* [Items from a data source]:
'''

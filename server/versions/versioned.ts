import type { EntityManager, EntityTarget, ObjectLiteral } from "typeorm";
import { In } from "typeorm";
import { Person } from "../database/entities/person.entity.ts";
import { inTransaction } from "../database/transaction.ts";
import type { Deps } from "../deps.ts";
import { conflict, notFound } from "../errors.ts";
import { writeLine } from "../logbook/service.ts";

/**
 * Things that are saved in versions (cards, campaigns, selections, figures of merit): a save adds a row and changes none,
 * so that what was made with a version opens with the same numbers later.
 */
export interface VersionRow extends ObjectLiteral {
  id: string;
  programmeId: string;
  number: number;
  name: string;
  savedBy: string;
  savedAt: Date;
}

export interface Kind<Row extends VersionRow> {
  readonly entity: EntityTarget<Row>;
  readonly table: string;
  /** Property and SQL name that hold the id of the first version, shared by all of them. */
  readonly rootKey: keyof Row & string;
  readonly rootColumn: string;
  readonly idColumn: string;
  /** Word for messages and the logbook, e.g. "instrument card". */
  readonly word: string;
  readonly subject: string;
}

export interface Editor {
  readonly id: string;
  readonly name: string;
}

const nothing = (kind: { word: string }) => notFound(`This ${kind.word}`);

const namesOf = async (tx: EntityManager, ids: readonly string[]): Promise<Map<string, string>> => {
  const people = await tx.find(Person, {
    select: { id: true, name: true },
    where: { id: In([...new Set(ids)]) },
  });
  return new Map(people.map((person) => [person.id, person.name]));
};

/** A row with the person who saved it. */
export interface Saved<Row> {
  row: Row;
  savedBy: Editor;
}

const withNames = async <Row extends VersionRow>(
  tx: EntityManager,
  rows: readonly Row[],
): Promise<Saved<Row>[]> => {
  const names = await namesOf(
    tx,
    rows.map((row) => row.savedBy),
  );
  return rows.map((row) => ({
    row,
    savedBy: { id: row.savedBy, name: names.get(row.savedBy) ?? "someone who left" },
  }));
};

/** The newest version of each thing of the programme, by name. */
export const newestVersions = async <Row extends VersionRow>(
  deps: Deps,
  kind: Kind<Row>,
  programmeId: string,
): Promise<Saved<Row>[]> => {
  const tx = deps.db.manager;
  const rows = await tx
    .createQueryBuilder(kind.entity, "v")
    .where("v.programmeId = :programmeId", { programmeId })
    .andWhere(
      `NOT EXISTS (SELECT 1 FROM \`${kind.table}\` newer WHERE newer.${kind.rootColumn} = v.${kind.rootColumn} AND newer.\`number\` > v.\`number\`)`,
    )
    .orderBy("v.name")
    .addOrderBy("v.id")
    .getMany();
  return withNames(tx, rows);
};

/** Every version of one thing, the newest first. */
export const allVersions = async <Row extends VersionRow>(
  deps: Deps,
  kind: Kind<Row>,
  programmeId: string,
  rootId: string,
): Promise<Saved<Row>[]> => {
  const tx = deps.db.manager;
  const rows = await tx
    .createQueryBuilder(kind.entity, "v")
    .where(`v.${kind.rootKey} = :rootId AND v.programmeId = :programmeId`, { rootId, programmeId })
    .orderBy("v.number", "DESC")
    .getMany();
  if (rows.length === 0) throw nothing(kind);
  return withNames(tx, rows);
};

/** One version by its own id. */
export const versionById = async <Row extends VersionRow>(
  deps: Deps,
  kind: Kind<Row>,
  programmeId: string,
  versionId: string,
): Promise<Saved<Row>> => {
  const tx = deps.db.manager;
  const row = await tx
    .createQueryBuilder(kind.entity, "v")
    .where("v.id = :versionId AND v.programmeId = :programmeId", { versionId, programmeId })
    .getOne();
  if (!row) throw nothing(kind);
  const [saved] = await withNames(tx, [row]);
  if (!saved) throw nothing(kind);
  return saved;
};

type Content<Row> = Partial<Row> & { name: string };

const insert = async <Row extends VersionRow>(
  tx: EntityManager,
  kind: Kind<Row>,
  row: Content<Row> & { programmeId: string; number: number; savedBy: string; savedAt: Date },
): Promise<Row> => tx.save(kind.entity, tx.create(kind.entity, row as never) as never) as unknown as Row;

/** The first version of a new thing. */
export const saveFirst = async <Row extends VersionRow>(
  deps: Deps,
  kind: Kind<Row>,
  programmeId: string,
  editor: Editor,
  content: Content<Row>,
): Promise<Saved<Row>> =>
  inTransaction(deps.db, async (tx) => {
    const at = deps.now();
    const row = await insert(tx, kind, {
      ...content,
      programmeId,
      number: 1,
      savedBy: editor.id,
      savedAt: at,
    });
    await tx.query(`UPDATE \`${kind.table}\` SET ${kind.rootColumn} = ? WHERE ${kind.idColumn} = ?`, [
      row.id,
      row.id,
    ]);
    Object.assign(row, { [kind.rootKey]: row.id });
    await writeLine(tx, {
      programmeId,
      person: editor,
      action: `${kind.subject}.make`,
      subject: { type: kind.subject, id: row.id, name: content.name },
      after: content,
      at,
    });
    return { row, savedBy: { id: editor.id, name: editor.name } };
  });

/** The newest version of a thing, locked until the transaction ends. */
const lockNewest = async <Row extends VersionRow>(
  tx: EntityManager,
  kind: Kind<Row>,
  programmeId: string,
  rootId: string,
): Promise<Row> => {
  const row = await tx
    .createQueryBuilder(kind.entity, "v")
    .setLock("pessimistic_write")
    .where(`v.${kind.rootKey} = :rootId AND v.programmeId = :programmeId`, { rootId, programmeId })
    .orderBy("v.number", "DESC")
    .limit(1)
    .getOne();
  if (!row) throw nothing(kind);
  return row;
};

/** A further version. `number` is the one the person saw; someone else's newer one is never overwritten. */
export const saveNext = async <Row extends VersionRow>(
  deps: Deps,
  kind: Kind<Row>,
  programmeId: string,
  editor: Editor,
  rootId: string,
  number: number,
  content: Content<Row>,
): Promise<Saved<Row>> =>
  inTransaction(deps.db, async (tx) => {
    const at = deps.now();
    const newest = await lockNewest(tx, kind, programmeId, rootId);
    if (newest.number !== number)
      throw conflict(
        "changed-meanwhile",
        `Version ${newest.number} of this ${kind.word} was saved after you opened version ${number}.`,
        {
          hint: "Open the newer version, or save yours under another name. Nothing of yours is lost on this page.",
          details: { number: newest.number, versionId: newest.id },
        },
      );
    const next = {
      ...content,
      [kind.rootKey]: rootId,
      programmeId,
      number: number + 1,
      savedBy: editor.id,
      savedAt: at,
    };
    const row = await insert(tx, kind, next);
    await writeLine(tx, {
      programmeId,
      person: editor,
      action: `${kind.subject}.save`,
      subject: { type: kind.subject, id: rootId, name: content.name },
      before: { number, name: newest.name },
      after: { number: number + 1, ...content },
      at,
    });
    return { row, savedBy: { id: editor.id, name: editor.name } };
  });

'''

* [PROBLEM DETAILS]:
Find "type Content<Row> = Partial<Row>" in the entries above and copy that whole line exactly, then each line after it through the line that contains "row: Content<Row> &".

* [TASK RESPONSE]:
type Content<Row> = Partial<Row> & { name: string };

const insert = async <Row extends VersionRow>(
  tx: EntityManager,
  kind: Kind<Row>,
  row: Content<Row> & { programmeId: string; number: number; savedBy: string; savedAt: Date },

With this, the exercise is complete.